I have been suffering for YEARS! Chronic Fatigue, which my Brilliant M.D. tried one of the first Biologics for, once a week in each leg FOR A YEAR, and it’s almost completely gone! My back pain, which I’ve had for DECADES, was helped by Cannabis, starting in the early 1970s through now, and my first Pain Management M.D. put me on a cocktail of Opioids which worked VERY well. But the two Pain doctors I’ve had to see since him have only wanted to reduce the dosage! Is that STUPIDITY? Then there are my Migraines, which NOTHING helped until there were things like Sumatriptan. I use that now, but my Brilliant M.D. is starting me on one of the new prophylactic Migraine injectables. I’m just starting them today, so I can’t yet comment on them. I hope they work because at the moment I suffer from DAILY, debilitating migraines.
Good luck!
I live in the UK and have been in Oxycodone ER for 2 years in and off, Jon stop now for a year. I switched to the IR 6 months ago. I have had multiple spinal surgeries, severe Osteoarthritis and developed Fibro, after the 1st surgery.
If it wasn’t for Oxy, I’d have thrown myself off a bridge by now. Reduced fatigue, less pain, it’s been a lifesaver. But, I’m clucking with withdrawals even if I’m later then 1/2 hour with my doses. Plus cannot sleep through without taking one.
Hormones have been a godsend too, testosterone, oestrogen and progesterone.
I managed to quit Citalopram too.
I feel for anyone in the US being restricted, it’s cruel. It’s an insidious condition, I wouldn’t wish it on anyone.

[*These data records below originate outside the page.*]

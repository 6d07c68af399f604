import 'server-only'
import exp from '@stdlib/math-base-special-exp'
import { type Estimate } from '../../analysis/estimate'
import { type SiteCountInput } from '../../analysis/reduction/run-input'
import { type ArrheniusFit, type RunReduction } from '../../analysis/reduction/run-reduction'
import { type Working } from '../../analysis/working'
import { estimateSymbol, plainSymbol } from '../../analysis/working-symbols'
import { type MethodSettings } from '../../domain/method'

/** From the logarithm of a positive number to the number: parts become relative ones times the value. */
export function exponential(lnEstimate: Estimate): Estimate {
  const value = exp(lnEstimate.value)
  const own = lnEstimate.randomStandardUncertainty
  return {
    value,
    randomStandardUncertainty: own === null ? null : own * value,
    degreesOfFreedom: lnEstimate.degreesOfFreedom,
    sharedEffects: Object.fromEntries(
      Object.entries(lnEstimate.sharedEffects).map(([id, effect]) => [id, effect * value]),
    ),
  }
}

/** The numbers of a sample from the line over its runs, the spread between packed beds included. */
export interface SampleNumbers {
  readonly fit: ArrheniusFit
  readonly lnRate: Estimate
  readonly lnTurnover: Estimate | null
  readonly activationEnergy: Estimate
  readonly lnPreExponential: Estimate
  readonly loadingCount: number
}

/** How each number of a sample's row came about. */
export function rowWorkings(
  sampleCode: string,
  numbers: SampleNumbers,
  sites: SiteCountInput | null,
  settings: MethodSettings,
  others: {
    readonly runs: readonly RunReduction[]
    readonly temperatureForConversionK: number | null
    readonly carbonBalance: number | null
    readonly decayPerH: number | null
  },
): Record<string, Working> {
  const { fit, lnRate, lnTurnover, loadingCount } = numbers
  const base = fit.workings
  const beds = `${loadingCount} packed bed${loadingCount === 1 ? '' : 's'}`
  const spread = (share: number, of: string) =>
    `Spread between packed beds, ${Math.round(share * 1000) / 10} % of ${of} a bed over ${beds}, is in the uncertainty (method setting; common practice).`
  const workings: Record<string, Working> = {}
  const energy = base['activationEnergyJPerMol']
  if (energy !== undefined)
    workings['activationEnergyJPerMol'] = {
      ...energy,
      result: estimateSymbol('E_a', energy.result.meaning, numbers.activationEnergy, 'kJ mol⁻¹', 1e-3),
      notes: [spread(settings.betweenLoadingActivationEnergy, 'E_a'), ...energy.notes],
    }
  const lnA = base['lnPreExponential']
  if (lnA !== undefined)
    workings['lnPreExponential'] = {
      ...lnA,
      result: estimateSymbol('ln A', lnA.result.meaning, numbers.lnPreExponential, 'ln(mol kg⁻¹ s⁻¹)', 1),
      notes: [spread(settings.betweenLoadingRate, 'the rate'), ...lnA.notes],
    }
  const rate = base['lnRateAtReference']
  const rateResult = estimateSymbol('r', 'rate at the reference', exponential(lnRate), 'µmol g⁻¹ s⁻¹', 1e3)
  if (rate !== undefined) {
    workings['rateMolPerKgS'] = {
      ...rate,
      result: rateResult,
      notes: [spread(settings.betweenLoadingRate, 'the rate'), ...rate.notes],
    }
    if (lnTurnover !== null && sites !== null)
      workings['turnoverFrequencyPerS'] = {
        ...rate,
        title: `Turnover frequency of ${sampleCode} at the reference`,
        formula: 'TOF = r / n_s',
        symbols: [
          rateResult,
          {
            ...plainSymbol('n_s', `surface sites by ${sites.method}`, sites.molPerKg * 1e3, 'µmol g⁻¹'),
            standardUncertainty: sites.molPerKg * sites.relativeStandardUncertainty * 1e3,
            uncertaintyKind: 'shared',
          },
        ],
        result: estimateSymbol('TOF', 'turnover frequency', exponential(lnTurnover), 's⁻¹', 1),
        source: 'M. Boudart, Chem. Rev. 95 (1995) 661 (turnover rates)',
        notes: [
          'The site count is one error for all temperatures: it moves ln A and the turnover frequency, not E_a.',
          spread(settings.betweenLoadingRate, 'the rate'),
        ],
      }
  }
  const codes = others.runs.map((run) => run.runCode)
  const common = {
    assumptions: [],
    source: 'common practice',
    from: codes.map((code) => `${code}: points in the line`),
    leftOut: [],
    notes: [],
  }
  if (others.temperatureForConversionK !== null)
    workings['temperatureForConversionK'] = {
      ...common,
      title: `Temperature at which ${sampleCode} converts ${settings.targetConversion * 100} %`,
      formula: '1/T = 1/T_1 + (ln X − ln X_1)/(ln X_2 − ln X_1) · (1/T_2 − 1/T_1)',
      symbols: [plainSymbol('X', 'target conversion of the method', settings.targetConversion * 100, '%')],
      result: plainSymbol(
        'T',
        'temperature, at the run’s own contact time',
        others.temperatureForConversionK - 273.15,
        '°C',
      ),
      assumptions: [
        'Between the two neighbouring holds ln X is straight in 1/T; nothing is said outside the measured range.',
      ],
    }
  if (others.carbonBalance !== null)
    workings['carbonBalance'] = {
      ...common,
      title: `Carbon balance of ${sampleCode}`,
      formula: 'B_C = Σ n_C F_out / Σ n_C F_in',
      symbols: others.runs.map((run) => plainSymbol('B_C', `mean of ${run.runCode}`, run.meanCarbonBalance, '')),
      result: plainSymbol('B_C', 'mean of the runs in the line', others.carbonBalance, ''),
    }
  if (others.decayPerH !== null)
    workings['decayPerH'] = {
      ...common,
      title: `Loss of activity of ${sampleCode}`,
      formula: 'k_d = −ln(r_returned / r_first) / Δt',
      symbols: others.runs.flatMap((run) =>
        run.returnedHold === null
          ? []
          : [
              plainSymbol(
                'r_returned / r_first',
                `${run.runCode}, hold ${run.returnedHold.holdNumber} against hold ${run.returnedHold.returnsTo}`,
                run.returnedHold.ratio.value,
                '',
              ),
            ],
      ),
      result: plainSymbol('k_d', 'loss per hour on stream, mean of the runs', others.decayPerH * 100, '% h⁻¹'),
    }
  return workings
}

I contracted CFS/ME on 3/21/86. I know this date well because it was the second week of my honeymoon when I landed in St. Thomas. The next 7 years were hell with severe flu-like symptoms without a 5 minute break. I was a programmer at Honeywell in Arizona at the time and they did everything they could to get me fired, thinking I was on drugs. I took every medical test possible from Cigna Health and all came back negative. One doctor at a private clinic experimented on me by giving me gamma globulin shots for a few months. It was the only thing that took away the flu like symptoms. I have told every doctor since but they just shrug it off and never have looked into it. I thought if I could get a few more injections maybe it would be gone. But I will never get the chance.
It has been downhill ever since. I was an athlete in multiple sports. At my peak I attained computer certifications that fewer than 100 people in the world had (MBA, MCSE, MCNA, MCSA, MCNPS, MCNE, ECNE, CNE, MCPS, NETB, NSA, CCENT, CCNA). But I could not be consistent because as I went from doctor to doctor, they would cut me off the opioids, I would miss work or look terrible or go back into the brain fog, and that was the end of that job. I have lost my house, family, reputation, everything. I now live in poverty and was forced to work for myself.
My current doctor (I will provide her name to anyone interested) absolutely will not budge. No pain relief. She has no knowledge of the disease coupled with the typical doctor God complex. She is the fifth doctor I have tried on the Oregon Health Plan and I have to give up. I am trying to find an attorney now that will work on contingency.
Opioids gave me my life back. I was able to get out of bed, the brain fog would clear a bit and I could work. It is so unfortunate that illegal drug use has caused such a crack down on legal responsible use. I am in hell now seeing all my effort as a young man wasted because of this disease. I am facing homelessness and struggling to stay where I am. And the pain is driving me to wonder if this life is worth it anymore.